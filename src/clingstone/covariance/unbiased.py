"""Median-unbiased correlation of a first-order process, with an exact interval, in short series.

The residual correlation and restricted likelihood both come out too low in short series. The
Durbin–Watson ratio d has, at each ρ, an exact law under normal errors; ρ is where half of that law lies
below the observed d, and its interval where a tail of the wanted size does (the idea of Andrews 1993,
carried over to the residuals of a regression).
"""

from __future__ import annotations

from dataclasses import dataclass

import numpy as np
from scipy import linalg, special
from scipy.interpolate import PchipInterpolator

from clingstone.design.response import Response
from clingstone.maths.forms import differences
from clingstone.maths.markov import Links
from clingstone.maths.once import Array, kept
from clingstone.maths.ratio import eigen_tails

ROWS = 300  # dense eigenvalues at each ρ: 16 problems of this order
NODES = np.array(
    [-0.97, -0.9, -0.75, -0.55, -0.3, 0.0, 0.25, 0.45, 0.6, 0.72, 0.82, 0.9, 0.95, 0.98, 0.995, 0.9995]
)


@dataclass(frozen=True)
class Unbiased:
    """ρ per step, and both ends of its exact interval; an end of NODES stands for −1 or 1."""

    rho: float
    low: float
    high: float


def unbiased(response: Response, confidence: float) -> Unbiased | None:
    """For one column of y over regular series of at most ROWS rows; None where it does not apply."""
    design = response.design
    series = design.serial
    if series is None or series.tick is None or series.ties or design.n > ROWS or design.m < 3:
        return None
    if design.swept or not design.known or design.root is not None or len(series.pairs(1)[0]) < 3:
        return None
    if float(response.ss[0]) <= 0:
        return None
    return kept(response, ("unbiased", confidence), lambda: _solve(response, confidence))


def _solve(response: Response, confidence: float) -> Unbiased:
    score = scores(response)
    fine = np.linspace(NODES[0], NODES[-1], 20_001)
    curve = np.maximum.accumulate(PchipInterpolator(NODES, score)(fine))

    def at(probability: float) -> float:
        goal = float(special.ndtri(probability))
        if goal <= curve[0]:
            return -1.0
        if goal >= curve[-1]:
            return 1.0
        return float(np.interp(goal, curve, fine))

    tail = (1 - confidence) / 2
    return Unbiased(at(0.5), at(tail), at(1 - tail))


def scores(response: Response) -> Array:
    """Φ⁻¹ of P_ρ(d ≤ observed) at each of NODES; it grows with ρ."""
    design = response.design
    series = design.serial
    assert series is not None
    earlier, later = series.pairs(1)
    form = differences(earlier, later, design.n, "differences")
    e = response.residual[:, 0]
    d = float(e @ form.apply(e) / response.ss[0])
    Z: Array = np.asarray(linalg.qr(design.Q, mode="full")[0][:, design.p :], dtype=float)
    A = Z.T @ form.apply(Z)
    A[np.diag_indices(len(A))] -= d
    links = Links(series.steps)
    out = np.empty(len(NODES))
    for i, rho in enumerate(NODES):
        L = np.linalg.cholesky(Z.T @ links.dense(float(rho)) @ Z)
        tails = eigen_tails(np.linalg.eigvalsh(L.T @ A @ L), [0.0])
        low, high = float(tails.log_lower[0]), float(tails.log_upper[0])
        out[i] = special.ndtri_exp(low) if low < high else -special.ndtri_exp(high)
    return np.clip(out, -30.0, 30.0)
..............................
Task to complete:
Without skipping anything, transcribe every line above exactly.

Answer to this exercise:
filename src/clingstone/covariance/unbiased.py
"""Median-unbiased correlation of a first-order process, with an exact interval, in short series.

The residual correlation and restricted likelihood both come out too low in short series. The
Durbin–Watson ratio d has, at each ρ, an exact law under normal errors; ρ is where half of that law lies
below the observed d, and its interval where a tail of the wanted size does (the idea of Andrews 1993,
carried over to the residuals of a regression).
"""

from __future__ import annotations

from dataclasses import dataclass

import numpy as np
from scipy import linalg, special
from scipy.interpolate import PchipInterpolator

from clingstone.design.response import Response
from clingstone.maths.forms import differences
from clingstone.maths.markov import Links
from clingstone.maths.once import Array, kept
from clingstone.maths.ratio import eigen_tails

ROWS = 300  # dense eigenvalues at each ρ: 16 problems of this order
NODES = np.array(
    [-0.97, -0.9, -0.75, -0.55, -0.3, 0.0, 0.25, 0.45, 0.6, 0.72, 0.82, 0.9, 0.95, 0.98, 0.995, 0.9995]
)


@dataclass(frozen=True)
class Unbiased:
    """ρ per step, and both ends of its exact interval; an end of NODES stands for −1 or 1."""

    rho: float
    low: float
    high: float


def unbiased(response: Response, confidence: float) -> Unbiased | None:
    """For one column of y over regular series of at most ROWS rows; None where it does not apply."""
    design = response.design
    series = design.serial
    if series is None or series.tick is None or series.ties or design.n > ROWS or design.m < 3:
        return None
    if design.swept or not design.known or design.root is not None or len(series.pairs(1)[0]) < 3:
        return None
    if float(response.ss[0]) <= 0:
        return None
    return kept(response, ("unbiased", confidence), lambda: _solve(response, confidence))


def _solve(response: Response, confidence: float) -> Unbiased:
    score = scores(response)
    fine = np.linspace(NODES[0], NODES[-1], 20_001)
    curve = np.maximum.accumulate(PchipInterpolator(NODES, score)(fine))

    def at(probability: float) -> float:
        goal = float(special.ndtri(probability))
        if goal <= curve[0]:
            return -1.0
        if goal >= curve[-1]:
            return 1.0
        return float(np.interp(goal, curve, fine))

    tail = (1 - confidence) / 2
    return Unbiased(at(0.5), at(tail), at(1 - tail))


def scores(response: Response) -> Array:
    """Φ⁻¹ of P_ρ(d ≤ observed) at each of NODES; it grows with ρ."""
    design = response.design
    series = design.serial
    assert series is not None
    earlier, later = series.pairs(1)
    form = differences(earlier, later, design.n, "differences")
    e = response.residual[:, 0]
    d = float(e @ form.apply(e) / response.ss[0])
    Z: Array = np.asarray(linalg.qr(design.Q, mode="full")[0][:, design.p :], dtype=float)
    A = Z.T @ form.apply(Z)
    A[np.diag_indices(len(A))] -= d
    links = Links(series.steps)
    out = np.empty(len(NODES))
    for i, rho in enumerate(NODES):
        L = np.linalg.cholesky(Z.T @ links.dense(float(rho)) @ Z)
        tails = eigen_tails(np.linalg.eigvalsh(L.T @ A @ L), [0.0])
        low, high = float(tails.log_lower[0]), float(tails.log_upper[0])
        out[i] = special.ndtri_exp(low) if low < high else -special.ndtri_exp(high)
    return np.clip(out, -30.0, 30.0)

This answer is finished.